Trying not to get left behind

"One of the things we’ve allowed ourselves to persist in the industry is this concept of how painful and how much fidelity of data you lose by switching from one EMR vendor to another. So, it’s created an artificial gap in competitiveness in the landscape which I think has actually reduced the competitive nature of the overall EHR marketplace which has tapped out some of the innovation," Shenenberger said. He believes MU created an incentive where many EMR vendors created MU-compliant systems that weren't innovative in how healthcare is delivered.
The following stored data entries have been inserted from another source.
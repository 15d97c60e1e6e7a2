//! The state vector of the two-track model: layout, names and units.
//!
//! [`STATE_NAMES`] is the one list of names and units; every index constant
//! below points into it. The last two states are energy integrators (fuel
//! used, stored energy): nothing in the vehicle's motion depends on fuel used,
//! and the stored energy only through the store's limits.

use nalgebra::SVector;

/// Number of states.
pub const N_STATES: usize = 25;

/// The state vector (static size, no allocation).
pub type State = SVector<f64, N_STATES>;

/// Global x position of the CG, m.
pub const X: usize = 0;
/// Global y position of the CG, m.
pub const Y: usize = 1;
/// Heading (yaw angle), rad.
pub const YAW: usize = 2;
/// Longitudinal velocity in body axes, m/s.
pub const VX: usize = 3;
/// Lateral velocity in body axes, m/s.
pub const VY: usize = 4;
/// Yaw rate, rad/s.
pub const YAW_RATE: usize = 5;
/// Body roll angle, rad (positive = right side down, ISO 8855).
pub const ROLL: usize = 6;
/// Body roll rate, rad/s.
pub const ROLL_RATE: usize = 7;
/// Body pitch angle, rad (positive = nose down, ISO 8855).
pub const PITCH: usize = 8;
/// Body pitch rate, rad/s.
pub const PITCH_RATE: usize = 9;
/// First of four wheel spin speeds (FL, FR, RL, RR), rad/s.
pub const WHEEL_SPEED: usize = 10;
/// First of four relaxed lateral slips tan α′ (FL, FR, RL, RR), 1.
pub const SLIP_ANGLE: usize = 14;
/// First of four relaxed slip ratios κ′ (FL, FR, RL, RR), 1.
pub const SLIP_RATIO: usize = 18;
/// Lateral acceleration seen by the roll-centre (geometric) load transfer, m/s².
pub const AY_GEOMETRIC: usize = 22;
/// Fuel burnt since the start, kg (the integral of the engines' fuel mass flow).
pub const FUEL_USED: usize = 23;
/// Energy in the store, J (the integral of its energy rate; 0 without a store).
pub const STORE_ENERGY: usize = 24;

/// Wheel position names, in the order used by every per-wheel array.
pub const WHEEL_NAMES: [&str; 4] = ["front_left", "front_right", "rear_left", "rear_right"];

/// Name and unit of each state, for messages and linearisation reports.
pub const STATE_NAMES: [(&str, &str); N_STATES] = [
    ("x", "m"),
    ("y", "m"),
    ("yaw", "rad"),
    ("vx", "m/s"),
    ("vy", "m/s"),
    ("yaw_rate", "rad/s"),
    ("roll", "rad"),
    ("roll_rate", "rad/s"),
    ("pitch", "rad"),
    ("pitch_rate", "rad/s"),
    ("wheel_speed_front_left", "rad/s"),
    ("wheel_speed_front_right", "rad/s"),
    ("wheel_speed_rear_left", "rad/s"),
    ("wheel_speed_rear_right", "rad/s"),
    ("slip_angle_state_front_left", "1"),
    ("slip_angle_state_front_right", "1"),
    ("slip_angle_state_rear_left", "1"),
    ("slip_angle_state_rear_right", "1"),
    ("slip_ratio_state_front_left", "1"),
    ("slip_ratio_state_front_right", "1"),
    ("slip_ratio_state_rear_left", "1"),
    ("slip_ratio_state_rear_right", "1"),
    ("ay_geometric", "m/s^2"),
    ("fuel_used", "kg"),
    ("store_energy", "J"),
];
Shenenberger's comments echoes Halamka's blog which states it's time for innovation to enter the health IT space. As UPMC's Shrestha stated at NHPC, one of the biggest impediments to innovation is complacency. And complacency in the healthcare space could be detrimental. Speaking at the same panel as Shrestha at NPHC on innovations disrupting healthcare, Dr. M. Chris Gibbons, chief health innovation adviser, FCC, said healthcare as it's traditionally been practiced is threatened to be left behind.​ He stated in the future, the physician's role will extend beyond just treating the patient. As potential medical devices such as wearables and voice assistants begin to disappear into clothing and into environments, Gibbons envisions a future where a patient could be treated by smart devices in the environment. For example, a smart room could detect a child with asthma had changed their breathing pattern while sleeping and raise the humidity of the room and/or administer albuterol via a smart vent so the child breathes in the medication. The child's parents would then get an automated text message about the interaction to know it happened. In this futuristic scenario, a medical adverse event was prevented without a physician. "It's an entirely new way of thinking," Gibbons said.

While not speaking directly on EHR systems, Gibbons' vision underscores that as new tech tools (perhaps artificial intelligence) and new data points enter the space, the network becomes more important. However, this presumes that data integration can be done correctly and accurately. If the industry continues to deal with fractured health data and lag behind on innovation, then it will be harder and harder to take the first big leap to next generation tools as technology's capabilities continue to advance.

Even with particular hospitals and health systems, if health data isn't seamless, patients may pick up on that and take their business elsewhere. Therefore, though it may be a painful process, the need for standards and interoperability are desperately needed for innovative care to move forward.